The track "Stone" was covered by the Law on their self-titled album, with Rea on guitar. In 2007 German guitarist Axel Rudi Pell made a metal cover of the same track for his album Diamonds Unlocked, his version featured Johnny Gioeli on vocals. In 2000, "Josephine" was sampled by Superfunk for their song "Lucky Star", with Ron Carroll, although the samples come from another (shorter) version of the song, rather than the original album version.

Irish folk singer Dolores Keane covered "One Golden Rule" on her 1989 album Lion in a Cage.

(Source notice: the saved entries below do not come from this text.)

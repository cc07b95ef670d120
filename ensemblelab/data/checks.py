"""Which trajectories hold non-finite values (NaN/Inf), and in which fields.

The loaders check the same fields (see :data:`CHECKED_FIELDS`): with
``nonfinite="raise"`` (the default) the first NaN/Inf in one of them is a
ParseError; with ``nonfinite="keep"`` they warn, load, and record
``metadata["nonfinite"]`` = {traj: [fields]}. :func:`nonfinite_report` answers
the same question for any Ensemble, however it was made. User columns are not
checked: NaN there means "missing" (for example data computed at a stride).
"""

from __future__ import annotations

from collections.abc import Mapping, Sequence

import numpy as np
import pandas as pd

from ._schema import REQUIRED_COLUMNS, SNAPSHOT_ARRAYS
from .ensemble import Ensemble

__all__ = ["CHECKED_COLUMNS", "CHECKED_FIELDS", "nonfinite_report", "nonfinite_by_traj",
           "snapshot_coverage"]

#: snapshot columns checked for NaN/Inf (energies of the bookkeeping, eV)
CHECKED_COLUMNS = ("e_kin", "e_pot", "e_tot")
#: every field checked: arrays of the Ensemble, then the checked columns
CHECKED_FIELDS = ("geometries", "energies", *SNAPSHOT_ARRAYS, *CHECKED_COLUMNS)


def _bad_rows(arr: np.ndarray) -> np.ndarray:
    a = np.asarray(arr, dtype=np.float64)
    finite = np.isfinite(a.reshape(a.shape[0], -1)).all(axis=1)
    return np.logical_not(finite)


def nonfinite_by_traj(traj: np.ndarray, fields: Mapping[str, np.ndarray | None]
                      ) -> dict[int, list[str]]:
    """{traj id: [fields with a NaN/Inf]} for per-snapshot arrays aligned to `traj`.

    Parameters
    ----------
    traj : ndarray, shape (n_snapshots,)
    fields : mapping of str to ndarray (n_snapshots, ...) or None

    Returns
    -------
    dict
        Only trajectories with at least one non-finite value, in id order.
    """
    out: dict[int, list[str]] = {}
    for name, arr in fields.items():
        if arr is None or np.asarray(arr).size == 0:
            continue
        bad = _bad_rows(arr)
        for t in np.unique(np.asarray(traj)[bad]):
            out.setdefault(int(t), []).append(name)
    return dict(sorted(out.items()))


def nonfinite_report(ens: Ensemble, fields: Sequence[str] | None = None) -> pd.DataFrame:
    """One row per trajectory: does it hold NaN/Inf, in which fields, how many snapshots.

    Parameters
    ----------
    ens : Ensemble
    fields : sequence of str, optional
        Ensemble arrays or snapshot columns to check; default :data:`CHECKED_FIELDS`
        (those present).

    Returns
    -------
    pandas.DataFrame
        Columns ``traj``, ``nonfinite`` (bool flag), ``fields`` (comma-separated
        names, "" when none), ``n_snapshots`` (snapshots with a non-finite value in
        any checked field) and ``first_time`` (fs, NaN when none); one row per
        trajectory in ``ens.trajectories`` order.
    """
    frame = ens.snapshots
    names = list(CHECKED_FIELDS if fields is None else fields)
    traj = frame["traj"].to_numpy()
    any_bad = np.zeros(len(frame), dtype=bool)
    per_field: dict[str, np.ndarray] = {}
    for name in names:
        if name in frame.columns:
            values = frame[name].to_numpy()
            if not np.issubdtype(values.dtype, np.number):
                continue
            arr: np.ndarray | None = values
        elif name in ("geometries", "energies", *SNAPSHOT_ARRAYS):
            arr = getattr(ens, name)
        elif fields is not None:
            raise KeyError(f"{name!r} is neither an Ensemble array nor a snapshot column.")
        else:
            continue
        if arr is None or arr.size == 0:
            continue
        bad = _bad_rows(arr)
        if bad.any():
            per_field[name] = bad
            any_bad |= bad
    ids = ens.trajectories["traj"].to_numpy()
    rows = []
    time = frame["time"].to_numpy()
    for t in ids:
        sel = traj == t
        which = [n for n, b in per_field.items() if b[sel].any()]
        hit = any_bad & sel
        rows.append({"traj": int(t), "nonfinite": bool(which), "fields": ", ".join(which),
                     "n_snapshots": int(hit.sum()),
                     "first_time": float(time[hit].min()) if hit.any() else np.nan})
    return pd.DataFrame(rows, columns=["traj", "nonfinite", "fields", "n_snapshots",
                                       "first_time"])


def snapshot_coverage(ens: Ensemble, fields: Sequence[str] | None = None) -> pd.DataFrame:
    """Per trajectory, the fraction of snapshots that hold each field.

    A snapshot holds an array field when all its values there are finite, and a
    column when its value is not missing (NaN/None). Typical use: data computed
    at a stride and joined with :func:`ensemblelab.join_snapshot_table`.

    Parameters
    ----------
    ens : Ensemble
    fields : sequence of str, optional
        Ensemble arrays or snapshot columns; default every optional array present
        and every non-required snapshot column.

    Returns
    -------
    pandas.DataFrame
        ``traj``, ``n_snapshots``, then one column per field with the fraction
        (0..1) of that trajectory's snapshots holding it; one row per trajectory
        in ``ens.trajectories`` order.
    """
    frame = ens.snapshots
    if fields is None:
        fields = [n for n in SNAPSHOT_ARRAYS if getattr(ens, n) is not None]
        fields += [c for c in frame.columns if c not in REQUIRED_COLUMNS]
    traj = frame["traj"].to_numpy()
    has: dict[str, np.ndarray] = {}
    for name in fields:
        if name in frame.columns:
            has[name] = frame[name].notna().to_numpy()
        elif name in ("geometries", "energies", *SNAPSHOT_ARRAYS):
            arr = getattr(ens, name)
            has[name] = (np.zeros(len(frame), dtype=bool) if arr is None
                         else np.logical_not(_bad_rows(arr)))
        else:
            raise KeyError(f"{name!r} is neither an Ensemble array nor a snapshot column.")
    ids = ens.trajectories["traj"].to_numpy()
    codes = pd.Index(ids).get_indexer(traj)
    counts = np.bincount(codes, minlength=ids.size)
    out = pd.DataFrame({"traj": ids, "n_snapshots": counts})
    for name, mask in has.items():
        hits = np.bincount(codes, weights=mask.astype(float), minlength=ids.size)
        out[name] = hits / np.maximum(counts, 1)
    return out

In 2024, demos from Swedish singer Frida's second English language solo album, Shine leaked on the internet, and one of these demos was "Love Turns to Lies".

==Track listing==
All songs by Chris Rea
1. "Steel River" – 6:15
2. "Stainsby Girls" – 3:51
3. "Chisel Hill" – 4:03
4. "Josephine" – 4:26 (3:56 in later pressings)
5. "One Golden Rule" – 4:29
6. "All Summer Long" – 4:09
7. "Stone" – 4:23
8. "Shamrock Diaries" – 4:55
9. "Love Turns to Lies" – 4:11
10. "Hired Gun" – 8:03

==Singles==
1. "Stainsby Girls" b/w "And When She Smiles", "Sunrise", "Dancing Shoes", "September Blue"
2. "Josephine" b/w "Josephine (Remix)", "Everytime It Rains"

== Personnel ==
=== Musicians ===
- Chris Rea – vocals, organ, synthesizers, guitars, slide guitar
- Kevin Leach – keyboards, grand piano, Rhodes
- Max Middleton – keyboards, grand piano, Rhodes
- Robert Ahwai – additional rhythm guitars
- Simon Nicol – additional rhythm guitars
- Eoghan O'Neill – bass
- Dave Mattacks – drums
- Adrian Rea – drums
- Martin Ditcham – percussion
- Mel Collins – saxophone
- Annie Whitehead – trombone
- The Sultanas (Ian Barnett, Donnie Hilstad, Jesse Lortz and Kimberly Morrison) – backing vocals

=== Production ===
- Chris Rea – producer
- David Richards – producer, engineer
- Barry Hammond – engineer
- Bil Smith – cover artwork
- Derek Ridgers – photography

==Charts==

1985 chart performance for Shamrock Diaries
| Chart (1985) | Peak position |
|---|---|
| Australian Albums (Kent Music Report) | 41 |
| Dutch Albums (Album Top 100) | 3 |
| German Albums (Offizielle Top 100) | 12 |
| Swedish Albums (Sverigetopplistan) | 19 |
| Swiss Albums (Schweizer Hitparade) | 18 |
| UK Albums (OCC) | 15 |

2025 chart performance for Shamrock Diaries
| Chart (2025) | Peak position |
|---|---|
| Hungarian Physical Albums (MAHASZ) | 14 |

==Certifications==

Certifications for Shamrock Diaries
| Region | Certification | Certified units/sales |
| Germany (BVMI) | Gold | 250,000^{^} |
| United Kingdom (BPI) | Silver | 60,000^{^} |
^{^} Shipments figures based on certification alone.